Die Bank of Canada (BoC) übt erheblichen Einfluss auf den Kanadischen Dollar (CAD) aus, indem sie den Zinssatz festlegt, zu dem Banken sich gegenseitig Geld leihen. Dies wirkt sich auf die allgemeinen Zinssätze im gesamten Wirtschaftskreislauf aus. Das Hauptziel der BoC ist es, die Inflation durch Zinssatzanpassungen im Bereich von 1-3 % zu halten. Höhere Zinssätze wirken in der Regel stützend für den CAD, während quantitative Lockerungsmaßnahmen tendenziell eine abschwächende Wirkung auf die Währung haben.
Der Ölpreis spielt eine zentrale Rolle für den Wert des kanadischen Dollars. Als Kanadas wichtigstes Exportgut beeinflussen Preisschwankungen bei Erdöl den CAD unmittelbar. Steigt der Ölpreis, gewinnt auch der kanadische Dollar an Wert, da die Nachfrage nach der Währung steigt. Fällt der Ölpreis, gilt das Gegenteil. Hohe Ölpreise führen zudem häufig zu einer positiven Handelsbilanz, was den CAD zusätzlich stützt.
Inflation wurde traditionell als Bedrohung für Währungen angesehen, da sie deren Kaufkraft schmälert. Doch in einer globalisierten Welt mit gelockerten Kapitalverkehrskontrollen zeigt sich ein anderes Bild: Höhere Inflation zwingt Zentralbanken oft dazu, die Zinssätze anzuheben. Dies wiederum lockt internationale Investoren an, die nach attraktiven Anlagemöglichkeiten suchen, was die Nachfrage nach der heimischen Währung erhöht – wie im Fall des kanadischen Dollars.
Makroökonomische Datenveröffentlichungen dienen als Barometer für die wirtschaftliche Gesundheit und können den kanadischen Dollar spürbar beeinflussen. Indikatoren wie das Bruttoinlandsprodukt (BIP), die Einkaufsmanagerindizes (PMI) für das verarbeitende Gewerbe und den Dienstleistungssektor, Beschäftigungszahlen sowie Konsumentenstimmungsumfragen spielen hierbei eine zentrale Rolle.
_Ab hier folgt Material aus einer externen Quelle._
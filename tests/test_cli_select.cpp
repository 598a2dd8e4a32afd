// End-to-end tests of `knotpath select` and of the --report DIR option of
// trace, select and demo: they run the built executable (KNOTPATH_CLI_PATH)
// on small tables and check what it prints and writes against the library
// (cross_validate, information_criteria, entry_significance), against an
// independent coordinate-descent refit of every fold, and against published
// formulas; the reports are parsed with tinyxml2 (Debian libtinyxml2-dev).

#include <sys/wait.h>
#include <unistd.h>

#include <algorithm>
#include <cmath>
#include <cstdlib>
#include <filesystem>
#include <fstream>
#include <functional>
#include <iterator>
#include <map>
#include <random>
#include <set>
#include <sstream>
#include <string>
#include <vector>

#include <fmt/format.h>
#include <tinyxml2.h>
#include <nlohmann/json.hpp>

#include <Eigen/QR>

#include <knotpath/criteria.hpp>
#include <knotpath/cross_validation.hpp>
#include <knotpath/demo.hpp>
#include <knotpath/detail/random.hpp>
#include <knotpath/inference.hpp>
#include <knotpath/io/charts.hpp>
#include <knotpath/io/report.hpp>
#include <knotpath/precision.hpp>

#include "cli_runner.hpp"
#include "test_support.hpp"

namespace {

using knotpath::testing::Outcome;
using knotpath::testing::slurp;

namespace fs = std::filesystem;
using knotpath::Index;
using knotpath::Matrix;
using knotpath::Vector;
using json = nlohmann::json;

class Select : public knotpath::testing::ProgramTest {
 protected:
  Select() : ProgramTest("select", "--quiet") {}
};

// The problem as a table (x0..x{p-1}, y, and a fold label column when given).
void write_table(const fs::path& file, const knotpath::testing::Problem& p,
                 const std::vector<int>& labels = {}) {
  std::ofstream out(file);
  for (const auto& name : p.names) out << name << ',';
  out << 'y' << (labels.empty() ? "" : ",part") << '\n';
  for (Index i = 0; i < p.x.rows(); ++i) {
    for (Index j = 0; j < p.x.cols(); ++j) out << knotpath::io::round_trip(p.x(i, j)) << ',';
    out << knotpath::io::round_trip(p.y(i));
    if (!labels.empty()) out << ',' << labels[static_cast<std::size_t>(i)];
    out << '\n';
  }
}

double relative(double a, double b) {
  return std::abs(a - b) / std::max({std::abs(a), std::abs(b), 1e-300});
}

// Held-out squared error of all rows at the size-free penalty mu, every fold
// refitted by the independent coordinate-descent solver of test_support.hpp
// on its training rows (intercept, standardized columns): the K-fold
// cross-validation estimate of Hastie, Tibshirani & Friedman, The Elements of
// Statistical Learning (2nd ed.), section 7.10.1. With standardized columns
// the fold's own penalty is lambda = mu * sqrt(n_train) (the size-free
// penalty documented in cross_validation.hpp and the README).
double refit_cv_error(const Matrix<double>& x, const Vector<double>& y,
                      const std::vector<int>& fold, int k, double mu) {
  double sse = 0;
  for (int f = 0; f < k; ++f) {
    std::vector<Index> train, test;
    for (Index i = 0; i < x.rows(); ++i)
      (fold[static_cast<std::size_t>(i)] == f ? test : train).push_back(i);
    Matrix<double> xt(static_cast<Index>(train.size()), x.cols());
    Vector<double> yt(static_cast<Index>(train.size()));
    for (std::size_t r = 0; r < train.size(); ++r) {
      xt.row(static_cast<Index>(r)) = x.row(train[r]);
      yt(static_cast<Index>(r)) = y(train[r]);
    }
    const auto c = knotpath::testing::centre(xt, yt, true, true);
    const double lambda = mu * std::sqrt(static_cast<double>(train.size()));
    const Vector<double> b = knotpath::testing::coordinate_descent(c.z, c.y, lambda);
    const Vector<double> beta = b.cwiseQuotient(c.scale);
    const double intercept = c.ymean - c.mean.dot(beta);
    for (Index i : test) {
      const double r = y(i) - intercept - x.row(i).dot(beta);
      sse += r * r;
    }
  }
  return sse / static_cast<double>(x.rows());
}

struct ParsedXml {
  tinyxml2::XMLDocument doc;
  tinyxml2::XMLError error = tinyxml2::XML_SUCCESS;
};

std::unique_ptr<ParsedXml> parse_xml(const fs::path& file) {
  auto p = std::make_unique<ParsedXml>();
  const std::string text = slurp(file);
  p->error = p->doc.Parse(text.c_str(), text.size());
  return p;
}

// Every attribute that could fetch something (src, href, xlink:href) points
// inside the document (#id) or nowhere: the report must be readable offline.
void expect_only_embedded(const tinyxml2::XMLElement* e, const std::string& file) {
  for (; e; e = e->NextSiblingElement()) {
    for (const char* name : {"src", "href", "xlink:href"})
      if (const char* v = e->Attribute(name)) {
        EXPECT_EQ(v[0], '#') << file << ": " << e->Name() << ' ' << name << '=' << v;
      }
    EXPECT_STRNE(e->Name(), "script") << file;
    expect_only_embedded(e->FirstChildElement(), file);
  }
}

// Checks a report folder: the files, each parsing as XML, only embedded content.
void expect_report(const fs::path& dir, bool with_selection) {
  std::vector<std::string> want{"activity.svg", "budget.svg", "report.html", "traces.svg"};
  if (with_selection) want.push_back("selection.svg");
  // select's adjusted intervals (chart 5) when some predictor is active at a choice.
  if (with_selection && fs::exists(dir / "intervals.svg")) want.push_back("intervals.svg");
  // select --repeats R > 1: the stability chart (chart 6).
  if (with_selection && fs::exists(dir / "stability.svg")) want.push_back("stability.svg");
  std::sort(want.begin(), want.end());
  std::vector<std::string> have;
  for (const auto& entry : fs::directory_iterator(dir)) have.push_back(entry.path().filename());
  std::sort(have.begin(), have.end());
  EXPECT_EQ(have, want) << dir;
  for (const auto& name : want) {
    const auto parsed = parse_xml(dir / name);
    ASSERT_EQ(parsed->error, tinyxml2::XML_SUCCESS) << name << ": " << parsed->doc.ErrorStr();
    const tinyxml2::XMLElement* root = parsed->doc.RootElement();
    ASSERT_NE(root, nullptr) << name;
    EXPECT_STREQ(root->Name(), name == "report.html" ? "html" : "svg") << name;
    expect_only_embedded(root, name);
  }
  const std::string html = slurp(dir / "report.html");
  // The caution box (ReportOptions::cautions) with the usual caution.
  EXPECT_NE(html.find("<div class=\"cautions\">"), std::string::npos);
  EXPECT_NE(html.find("sole basis for decisions with consequences for people"), std::string::npos);
  EXPECT_EQ(html.find("p-values are valid only under the model") != std::string::npos,
            with_selection);
  EXPECT_EQ(html.find("<h2>Selection</h2>") != std::string::npos, with_selection);
}

// A small problem with a sparse truth and fold labels 1..4 (user's numbering).
struct Fixture {
  knotpath::testing::Problem p = knotpath::testing::ar1_problem(64, 8, 0.4, 20261207u, 3, 1.5);
  std::vector<int> labels;
  Fixture() {
    for (Index i = 0; i < p.x.rows(); ++i) labels.push_back(1 + static_cast<int>((i * 5) % 4));
  }
};

// ------------------------------------------------------------------------------------------

TEST_F(Select, AgreesWithTheLibraryOnSeededFolds) {
  Fixture fx;
  write_table(file("t.csv"), fx.p);
  Outcome r = run("select t.csv --response y --folds 5 --seed 11 --threads 2 --json s.json");
  ASSERT_EQ(r.code, 0) << r.err;
  const json doc = json::parse(slurp(file("s.json")));

  knotpath::CrossValidationOptions cv;
  cv.folds = 5;
  cv.seed = 11;
  const auto lib = knotpath::cross_validate<double>(fx.p.x, fx.p.y, knotpath::TraceOptions{}, cv);
  // The table holds 17 significant digits, so the program reads the same
  // doubles and runs the same code: agreement to rounding. 1e-12 relative
  // leaves room for different floating-point contraction between the two
  // builds (the task's tolerance).
  const auto& c = doc["cross_validation"];
  EXPECT_EQ(c["folds"]["from"], "seed");
  EXPECT_EQ(c["folds"]["count"], 5);
  EXPECT_LE(relative(c["minimum"]["penalty"].get<double>(), lib.minimum.lambda), 1e-12);
  EXPECT_LE(relative(c["minimum"]["mu"].get<double>(), lib.minimum.mu), 1e-12);
  EXPECT_LE(relative(c["minimum"]["cv_error"].get<double>(), lib.minimum.error), 1e-12);
  EXPECT_LE(relative(c["minimum"]["standard_error"].get<double>(), lib.minimum.standard_error),
            1e-12);
  EXPECT_LE(relative(c["parsimonious"]["penalty"].get<double>(), lib.parsimonious.lambda), 1e-12);
  EXPECT_LE(relative(c["parsimonious"]["cv_error"].get<double>(), lib.parsimonious.error), 1e-12);
  EXPECT_EQ(c["pieces"].get<std::size_t>(), lib.pieces.size());
  EXPECT_EQ(c["curve_at_knots"].size(), lib.knot_points().size());

  // Coefficients at the choices: the library's path queried there.
  // Only the nonzero coefficients are listed, as in the path document.
  const auto at = lib.full_path.at_penalty(lib.minimum.lambda);
  EXPECT_LE(relative(c["minimum"]["intercept"].get<double>(), at.intercept), 1e-12);
  for (Index j = 0; j < at.coefficients.size(); ++j) {
    const std::string& name = fx.p.names[static_cast<std::size_t>(j)];
    EXPECT_EQ(c["minimum"]["coefficients"].contains(name), at.coefficients(j) != 0) << name;
    if (at.coefficients(j) != 0) {
      EXPECT_NEAR(c["minimum"]["coefficients"][name].get<double>(), at.coefficients(j),
                  1e-12 * (1 + std::abs(at.coefficients(j))));
    }
  }

  const auto ic = knotpath::information_criteria<double>(fx.p.x, fx.p.y, lib.full_path);
  const auto& d = doc["information_criteria"];
  EXPECT_EQ(d["noise_variance_source"], "least-squares");
  EXPECT_LE(relative(d["noise_variance"].get<double>(), ic.noise_variance), 1e-12);
  EXPECT_EQ(d["best_mallows_cp"]["step"].get<Index>(), ic.knots[ic.best_cp].step);
  EXPECT_EQ(d["best_aic"]["step"].get<Index>(), ic.knots[ic.best_aic].step);
  EXPECT_EQ(d["best_bic"]["step"].get<Index>(), ic.knots[ic.best_bic].step);

  const auto sig = knotpath::entry_significance<double>(fx.p.x, fx.p.y, lib.full_path);
  const auto& e = doc["significance"]["entries"];
  ASSERT_EQ(e.size(), sig.entries.size());
  for (std::size_t k = 0; k < e.size(); ++k) {
    EXPECT_EQ(e[k]["step"].get<Index>(), sig.entries[k].step);
    if (std::isfinite(sig.entries[k].covariance_p_value)) {
      EXPECT_LE(
          relative(e[k]["covariance_p_value"].get<double>(), sig.entries[k].covariance_p_value),
          1e-9);
    } else {
      EXPECT_TRUE(e[k]["covariance_p_value"].is_null());
    }
    if (std::isfinite(sig.entries[k].spacing_p_value)) {
      EXPECT_LE(relative(e[k]["spacing_p_value"].get<double>(), sig.entries[k].spacing_p_value),
                1e-9);
    }
  }

  // The printed text: both choices, the criteria, coefficients, cautions.
  EXPECT_NE(r.out.find(fmt::format("{:.7g}", lib.minimum.lambda)), std::string::npos) << r.out;
  EXPECT_NE(r.out.find(fmt::format("{:.7g}", lib.parsimonious.lambda)), std::string::npos) << r.out;
  for (const char* needle :
       {"least CV error (exact)", "parsimonious (within 1 SE)", "Mallows' Cp", "AIC", "BIC",
        "(intercept)", "p(spacing)", "caution: the p-values are valid only under",
        "selection effects", "sole basis for decisions with consequences for people",
        "wrote s.json"})
    EXPECT_NE(r.out.find(needle), std::string::npos) << needle << '\n' << r.out;

  // The thread count does not change the result (cross_validation.hpp's promise).
  Outcome one = run("select t.csv --response y --folds 5 --seed 11 --threads 1 --json s1.json");
  ASSERT_EQ(one.code, 0) << one.err;
  EXPECT_EQ(json::parse(slurp(file("s1.json")))["cross_validation"], c);
}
Eine robuste wirtschaftliche Lage stärkt den kanadischen Dollar. Sie lockt nicht nur vermehrt ausländische Investitionen an, sondern könnte die Bank of Canada dazu veranlassen, die Zinsen anzuheben, was den CAD weiter stützt. Schwache Wirtschaftsdaten hingegen dürften zu einer Abwertung der Währung führen.